Required action: In the data below, how many lines contain the string "import"? Reply with the number only.

Stored data
--

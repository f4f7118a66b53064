"""Reading photometry and radial-velocity tables into checked arrays.

Tables are CSV or whitespace-separated text with a header line naming the
columns (lines starting with ``#`` are comments), or, for photometry, FITS
binary tables (:mod:`planetfit.fits_io`). The config maps our quantities
(time, flux, error / time, rv, error, plus a quality bitmask and activity
indicators) to the file's column names. Text times become BJD_TDB by adding
``time_offset_days``; FITS times by their header's reference date. Rows
flagged in the quality column and rows with NaN are dropped and counted;
light curves are then normalised per contiguous segment and clipped of
outliers outside predicted transits (:mod:`planetfit.cleaning`). Everything
else that is wrong stops with an :class:`~planetfit.errors.InputError`
naming the file, column or line.
"""

import dataclasses
import logging

import numpy as np

from . import cleaning
from .errors import DATA_FILE_MISSING_FIX, InputError, reading
from .fits_io import is_fits, read_fits_table
from .models import exposure
from .units import HOURS_PER_DAY, MINUTES_PER_DAY

log = logging.getLogger("planetfit")

#: Plausible BJD_TDB range for modern data: JD 2433282.5 is 1950-01-01, JD 2488069.5 is 2100-01-01.
BJD_PLAUSIBLE = (2433282.5, 2488069.5)
#: Datasets further apart than this (days, ~30 years) are taken to be in different time systems.
MAX_ERA_GAP_DAYS = 11000.0
#: Offsets in common use, tried when suggesting a fix for times outside the plausible range.
COMMON_OFFSETS = {2457000.0: "mission-relative BJD (BJD - 2457000)",
                  2454833.0: "mission-relative BJD (BJD - 2454833)",
                  2400000.5: "Modified Julian Date (JD - 2400000.5)",
                  2450000.0: "truncated BJD (BJD - 2450000)",
                  2400000.0: "reduced JD (JD - 2400000)"}


@dataclasses.dataclass
class Photometry:
    """One photometric dataset: times in BJD_TDB, normalised flux and errors."""

    name: str
    time: np.ndarray
    flux: np.ndarray
    error: np.ndarray
    exposure_days: float
    supersample: int                # sub-exposures per exposure (planetfit.models.exposure)
    band: str
    dropped_nan: int = 0
    normalisation: float = 1.0
    segment: np.ndarray = None      # contiguous-segment label of every point
    dropped_quality: int = 0
    clipped: int = 0
    dropped_far_from_transits: int = 0
    integration_error_ppm: float = 0.0  # largest exposure-integration error of the sharpest transit allowed
    exposure_warning: str = None    # set when that error exceeds a tenth of the median flux error

    def counts(self):
        """Point counts of the cleaning steps and the exposure integration (the ``data`` block of summary.json)."""
        return {"points": int(self.time.size), "dropped_nan": self.dropped_nan,
                "dropped_quality": self.dropped_quality, "clipped": self.clipped,
                "dropped_far_from_transits": self.dropped_far_from_transits,
                "segments": int(np.unique(self.segment).size) if self.segment is not None else 1,
                "supersample": self.supersample, "integration_error_ppm": self.integration_error_ppm}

--

Your solution: 8